Tahmasp I considered poetry the antithesis of his piety and therefore refused to allow poets in his court. Pari Khan supported talented poets during this hard period when they were not well-respected. Her most distinguished beneficiary was Mohtasham Kashani, a poet from Kashan; she awarded him with the title malek al-sho'ara (the poet-laurate). She ordered that all poets from Kashan should first submit their works to Mohatasham for examination before sending them to the court. Mohtasham, in response to this critical moment in his career, wrote a panegyric to her. Overall, his diwan (collection of poems) includes five eulogies for Pari Khan, which is a greater number than any poems Mohtasham dedicated to other royals, even Tahmasp himself. In her correspondence with poets, Pari Khan asked the poets for their response to her specific requests; for example, she once asked Mohtasham to write a reply to 80 lines of ghazal (ode) from Jami, one of her favourite poets.

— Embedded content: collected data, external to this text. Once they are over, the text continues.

namespace Stochastic.Chains.Kernels;

/// <summary>
/// Arithmetic of upper bounds: each result is not below the exact one for the operands given, because an operation rounded to nearest is
/// off by less than the distance to the next double. For operands that are not negative.
/// </summary>
internal static class Upward
{
    private const double LargestArgument = 700;

    internal static double Add(double first, double second) => first == 0 ? second : second == 0 ? first : Math.BitIncrement(first + second);

    internal static double Multiply(double first, double second) => first == 0 || second == 0 ? 0 : Math.BitIncrement(first * second);

    internal static double Divide(double dividend, double divisor) => dividend == 0 ? 0 : Math.BitIncrement(dividend / divisor);

    /// <summary>A count times a power of two.</summary>
    internal static double Scale(long count, int exponent) => count == 0 ? 0 : Math.BitIncrement(Math.ScaleB(Math.BitIncrement((double)count), exponent));

    /// <summary>A lower bound of a product of positive numbers.</summary>
    internal static double LowerProduct(double first, double second) => Math.BitDecrement(first * second);

    /// <summary>A lower bound of the difference of two numbers.</summary>
    internal static double LowerDifference(double first, double second) => Math.BitDecrement(first - second);

    /// <summary>An upper bound of e^x − 1: for x up to 1/2 it is at most x / (1 − x/2); beyond, by squaring.</summary>
    internal static double ExponentialMinusOne(double argument)
    {
        if (!(argument <= LargestArgument))
        {
            return double.PositiveInfinity;
        }

        var squarings = argument <= 0.5 ? 0 : Math.ILogB(argument) + 2;
        var part = Math.ScaleB(argument, -squarings);
        var excess = Divide(part, LowerDifference(1, part / 2));
        for (var square = 0; square < squarings; square++)
        {
            excess = Multiply(excess, Add(2, excess));
        }

        return excess;
    }
}
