namespace Stochastic.Chains.Kernels;

/// <summary>The rates of a chain row by row, whatever the storage: row = from, column = to.</summary>
internal interface IRateRows
{
    /// <summary>The number of states.</summary>
    int Count { get; }

    /// <summary>The stored rates of a row; zeros and the diagonal may be among them and are no moves.</summary>
    ReadOnlySpan<double> Rates(int row);

    /// <summary>The column of a stored rate.</summary>
    int Column(int row, int position);

    /// <summary>Adds a multiple of the row's off-diagonals to a vector.</summary>
    void AddScaled(int row, double factor, Span<double> target);

    /// <summary>The sum of the row's off-diagonals, each times the entry of a vector.</summary>
    double Dot(int row, ReadOnlySpan<double> vector);

    /// <summary>Adds a multiple, high + low, of the row's off-diagonals to a vector of numbers high + low.</summary>
    void AddScaled(int row, double high, double low, Span<double> targetHigh, Span<double> targetLow);

    /// <summary>The sum of the row's off-diagonals as high + low.</summary>
    (double High, double Low) DoubledRowSum(int row);

    /// <summary>The sum of the row's rates, each times the difference of two numbers: that of the row minus that of the column.</summary>
    DoubledSum Differences(int row, ReadOnlySpan<double> highs, ReadOnlySpan<double> lows);
}

/// <summary>An algorithm that runs on rates without knowing their storage.</summary>
internal interface IRateAlgorithm<TResult>
{
    TResult Run<TRows>(TRows rows)
        where TRows : struct, IRateRows;
}

/// <summary>The rows of a row-major square table.</summary>
internal readonly struct DenseRates(double[] table, int size) : IRateRows
{
    public int Count => size;

    public ReadOnlySpan<double> Rates(int row) => table.AsSpan(row * size, size);

    public int Column(int row, int position) => position;

    public void AddScaled(int row, double factor, Span<double> target)
    {
        var rates = Rates(row);
        VectorLoops.AddScaled(factor, rates[..row], target);
        VectorLoops.AddScaled(factor, rates[(row + 1)..], target[(row + 1)..]);
    }

    public double Dot(int row, ReadOnlySpan<double> vector)
    {
        var rates = Rates(row);
        return VectorLoops.Dot(rates[..row], vector[..row]) + VectorLoops.Dot(rates[(row + 1)..], vector[(row + 1)..]);
    }

    public void AddScaled(int row, double high, double low, Span<double> targetHigh, Span<double> targetLow)
    {
        var rates = Rates(row);
        DoubledLoops.AddScaled(high, low, rates[..row], targetHigh, targetLow);
        DoubledLoops.AddScaled(high, low, rates[(row + 1)..], targetHigh[(row + 1)..], targetLow[(row + 1)..]);
    }

    public (double High, double Low) DoubledRowSum(int row)
    {
        var rates = Rates(row);
        var before = DoubledLoops.Sum(rates[..row]);
        var after = DoubledLoops.Sum(rates[(row + 1)..]);
        return DoubleDouble.Add(before.High, before.Low, after.High, after.Low);
    }

    public DoubledSum Differences(int row, ReadOnlySpan<double> highs, ReadOnlySpan<double> lows) =>
        DoubledLoops.Differences(Rates(row), highs[row], lows[row], highs, lows);
}

/// <summary>Compressed sparse rows.</summary>
internal readonly struct SparseRates(CompressedRows rows) : IRateRows
{
    public int Count => rows.RowCount;

    public ReadOnlySpan<double> Rates(int row) => rows.RowValues(row);

    public int Column(int row, int position) => rows.Columns[rows.Starts[row] + position];

    public void AddScaled(int row, double factor, Span<double> target)
    {
        var columns = rows.RowColumns(row);
        var rates = rows.RowValues(row);
        for (var position = 0; position < columns.Length; position++)
        {
            if (columns[position] != row)
            {
                target[columns[position]] += factor * rates[position];
            }
        }
    }

    public double Dot(int row, ReadOnlySpan<double> vector)
    {
        var columns = rows.RowColumns(row);
        var rates = rows.RowValues(row);
        var sum = 0.0;
        for (var position = 0; position < columns.Length; position++)
        {
            if (columns[position] != row)
            {
                sum += rates[position] * vector[columns[position]];
            }
        }

        return sum;
    }

    public void AddScaled(int row, double high, double low, Span<double> targetHigh, Span<double> targetLow)
    {
        var columns = rows.RowColumns(row);
        var rates = rows.RowValues(row);
        for (var position = 0; position < columns.Length; position++)
        {
            var column = columns[position];
            if (column != row)
            {
                DoubledLoops.AddScaled(high, low, rates[position], ref targetHigh[column], ref targetLow[column]);
            }
        }
    }

    public (double High, double Low) DoubledRowSum(int row)
    {
        var columns = rows.RowColumns(row);
        var rates = rows.RowValues(row);
        var sum = (High: 0.0, Low: 0.0);
        for (var position = 0; position < columns.Length; position++)
        {
            sum = columns[position] == row ? sum : DoubleDouble.Add(sum.High, sum.Low, rates[position], 0);
        }

        return sum;
    }

    public DoubledSum Differences(int row, ReadOnlySpan<double> highs, ReadOnlySpan<double> lows)
    {
        var columns = rows.RowColumns(row);
        var rates = rows.RowValues(row);
        var sum = default(DoubledSum);
        for (var position = 0; position < columns.Length; position++)
        {
            var column = columns[position];
            sum.AddDifference(rates[position], highs[row], lows[row], highs[column], lows[column]);
        }

        return sum;
    }
}
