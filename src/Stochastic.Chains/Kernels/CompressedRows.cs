namespace Stochastic.Chains.Kernels;

/// <summary>Compressed sparse rows: the entries of row i are those from Starts[i] to Starts[i + 1] − 1.</summary>
internal sealed record CompressedRows(int[] Starts, int[] Columns, double[] Values)
{
    internal int RowCount => Starts.Length - 1;

    internal int EntryCount => Starts[^1];

    internal Span<int> RowColumns(int row) => Columns.AsSpan(Starts[row], Starts[row + 1] - Starts[row]);

    internal Span<double> RowValues(int row) => Values.AsSpan(Starts[row], Starts[row + 1] - Starts[row]);
}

Though Mohtasham's response to this literary project is not found in his diwan, 60 lines of ghazal with metre and rhyming schemes similar to Jami were identified by the Iranologist Paul E. Losensky, confirming that Mohtasham was able to fulfil Pari Khan's request.

== Legacy ==
Pari Khan Khanum is regarded by some modern historians as the most powerful woman of her era. She was able to amass a royal entourage regardless of her gender in a society that imposed far more restrictions on the high-class women than the middle and lower classes. Among her contemporaries, she was eulogised as an intelligent and shrewd woman. Iskandar Beg dubbed her death as a "brave martyrdom" and Abdi Beg Shirazi gave her titles such as "princess of the world and its inhabitants" and "the Fatima of the time". Later historians portray her more as a villainous character, condemning her for the murder of two of her brothers and aspiring to usurp the throne. According to modern historian Shohreh Gholsorkhi, queenship was not Pari Khan's goal. She was more confident that she was better suited to handle the affairs of the country than male princes and therefore became the indirect leader of the stale and ineffective Safavid court.

With her downfall, Khayr al-Nisa Begum emerged as another powerful woman of the Safavid era before she was also murdered after an eighteen-month-long reign. Early 20th-century historians like Hans Robert Roemer and Walther Hinz portrayed Khayr al-Nisa and Pari Khan as the main culprits for the predatory nature of the Safavid court during the 1570s and 1580s. The presence of these two women indicates other smaller female influence in society, which may suggest that Pari Khan's politicking was not only unusual, but may have been accepted. However, politically influential women seem to disappear after the early years of the Safavid dynasty, indicating that women of the court became more isolated in late Safavid history.